- _Task instructions_: Repeat the listing below in full, keeping every character as it is.
• • • •
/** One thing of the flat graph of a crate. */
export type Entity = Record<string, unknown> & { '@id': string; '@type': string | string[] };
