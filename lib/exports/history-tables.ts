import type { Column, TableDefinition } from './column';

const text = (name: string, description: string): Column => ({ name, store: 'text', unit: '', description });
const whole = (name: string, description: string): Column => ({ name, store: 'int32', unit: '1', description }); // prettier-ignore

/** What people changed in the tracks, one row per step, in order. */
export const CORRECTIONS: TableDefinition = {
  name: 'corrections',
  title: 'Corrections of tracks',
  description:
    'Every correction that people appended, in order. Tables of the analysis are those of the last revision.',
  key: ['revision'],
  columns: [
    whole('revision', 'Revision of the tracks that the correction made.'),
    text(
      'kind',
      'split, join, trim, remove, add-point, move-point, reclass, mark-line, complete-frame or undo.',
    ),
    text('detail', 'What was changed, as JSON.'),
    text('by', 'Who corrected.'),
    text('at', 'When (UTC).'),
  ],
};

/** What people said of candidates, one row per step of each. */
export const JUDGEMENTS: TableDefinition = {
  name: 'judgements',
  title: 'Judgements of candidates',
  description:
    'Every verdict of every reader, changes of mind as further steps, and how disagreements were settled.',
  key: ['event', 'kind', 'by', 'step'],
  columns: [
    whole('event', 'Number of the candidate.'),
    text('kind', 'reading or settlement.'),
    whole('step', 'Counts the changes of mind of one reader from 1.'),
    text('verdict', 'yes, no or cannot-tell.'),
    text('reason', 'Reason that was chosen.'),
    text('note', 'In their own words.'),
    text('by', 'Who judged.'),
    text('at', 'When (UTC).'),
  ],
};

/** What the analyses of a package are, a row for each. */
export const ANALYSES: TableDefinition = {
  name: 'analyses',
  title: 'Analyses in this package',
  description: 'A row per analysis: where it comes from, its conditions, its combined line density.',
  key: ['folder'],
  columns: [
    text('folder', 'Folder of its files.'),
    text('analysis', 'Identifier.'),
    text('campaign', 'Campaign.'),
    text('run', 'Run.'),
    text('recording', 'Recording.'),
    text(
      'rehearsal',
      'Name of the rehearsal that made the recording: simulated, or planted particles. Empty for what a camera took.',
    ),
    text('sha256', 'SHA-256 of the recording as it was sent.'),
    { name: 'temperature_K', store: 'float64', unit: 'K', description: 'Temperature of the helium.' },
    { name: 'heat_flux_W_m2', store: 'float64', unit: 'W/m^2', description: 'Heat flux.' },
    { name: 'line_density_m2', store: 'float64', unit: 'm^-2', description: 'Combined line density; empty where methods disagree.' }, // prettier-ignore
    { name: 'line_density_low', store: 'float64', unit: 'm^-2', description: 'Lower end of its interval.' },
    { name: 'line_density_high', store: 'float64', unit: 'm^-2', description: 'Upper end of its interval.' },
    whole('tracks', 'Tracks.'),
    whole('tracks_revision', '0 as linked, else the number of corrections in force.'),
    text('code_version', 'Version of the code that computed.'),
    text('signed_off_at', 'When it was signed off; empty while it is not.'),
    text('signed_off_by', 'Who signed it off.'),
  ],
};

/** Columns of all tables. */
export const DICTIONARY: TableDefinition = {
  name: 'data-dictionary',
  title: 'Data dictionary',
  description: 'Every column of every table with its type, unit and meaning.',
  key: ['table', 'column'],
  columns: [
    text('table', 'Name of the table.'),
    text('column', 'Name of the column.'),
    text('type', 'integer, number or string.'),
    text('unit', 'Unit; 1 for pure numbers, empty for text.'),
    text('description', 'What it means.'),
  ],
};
• • • •
- _Answer_:
/** One thing of the flat graph of a crate. */
export type Entity = Record<string, unknown> & { '@id': string; '@type': string | string[] };
filename lib/exports/history-tables.ts
import type { Column, TableDefinition } from './column';

const text = (name: string, description: string): Column => ({ name, store: 'text', unit: '', description });
const whole = (name: string, description: string): Column => ({ name, store: 'int32', unit: '1', description }); // prettier-ignore

/** What people changed in the tracks, one row per step, in order. */
export const CORRECTIONS: TableDefinition = {
  name: 'corrections',
  title: 'Corrections of tracks',
  description:
    'Every correction that people appended, in order. Tables of the analysis are those of the last revision.',
  key: ['revision'],
  columns: [
    whole('revision', 'Revision of the tracks that the correction made.'),
    text(
      'kind',
      'split, join, trim, remove, add-point, move-point, reclass, mark-line, complete-frame or undo.',
    ),
    text('detail', 'What was changed, as JSON.'),
    text('by', 'Who corrected.'),
    text('at', 'When (UTC).'),
  ],
};

/** What people said of candidates, one row per step of each. */
export const JUDGEMENTS: TableDefinition = {
  name: 'judgements',
  title: 'Judgements of candidates',
  description:
    'Every verdict of every reader, changes of mind as further steps, and how disagreements were settled.',
  key: ['event', 'kind', 'by', 'step'],
  columns: [
    whole('event', 'Number of the candidate.'),
    text('kind', 'reading or settlement.'),
    whole('step', 'Counts the changes of mind of one reader from 1.'),
    text('verdict', 'yes, no or cannot-tell.'),
    text('reason', 'Reason that was chosen.'),
    text('note', 'In their own words.'),
    text('by', 'Who judged.'),
    text('at', 'When (UTC).'),
  ],
};

/** What the analyses of a package are, a row for each. */
export const ANALYSES: TableDefinition = {
  name: 'analyses',
  title: 'Analyses in this package',
  description: 'A row per analysis: where it comes from, its conditions, its combined line density.',
  key: ['folder'],
  columns: [
    text('folder', 'Folder of its files.'),
    text('analysis', 'Identifier.'),
    text('campaign', 'Campaign.'),
    text('run', 'Run.'),
    text('recording', 'Recording.'),
    text(
      'rehearsal',
      'Name of the rehearsal that made the recording: simulated, or planted particles. Empty for what a camera took.',
    ),
    text('sha256', 'SHA-256 of the recording as it was sent.'),
    { name: 'temperature_K', store: 'float64', unit: 'K', description: 'Temperature of the helium.' },
    { name: 'heat_flux_W_m2', store: 'float64', unit: 'W/m^2', description: 'Heat flux.' },
    { name: 'line_density_m2', store: 'float64', unit: 'm^-2', description: 'Combined line density; empty where methods disagree.' }, // prettier-ignore
    { name: 'line_density_low', store: 'float64', unit: 'm^-2', description: 'Lower end of its interval.' },
    { name: 'line_density_high', store: 'float64', unit: 'm^-2', description: 'Upper end of its interval.' },
    whole('tracks', 'Tracks.'),
    whole('tracks_revision', '0 as linked, else the number of corrections in force.'),
    text('code_version', 'Version of the code that computed.'),
    text('signed_off_at', 'When it was signed off; empty while it is not.'),
    text('signed_off_by', 'Who signed it off.'),
  ],
};

/** Columns of all tables. */
export const DICTIONARY: TableDefinition = {
  name: 'data-dictionary',
  title: 'Data dictionary',
  description: 'Every column of every table with its type, unit and meaning.',
  key: ['table', 'column'],
  columns: [
    text('table', 'Name of the table.'),
    text('column', 'Name of the column.'),
    text('type', 'integer, number or string.'),
    text('unit', 'Unit; 1 for pure numbers, empty for text.'),
    text('description', 'What it means.'),
  ],
};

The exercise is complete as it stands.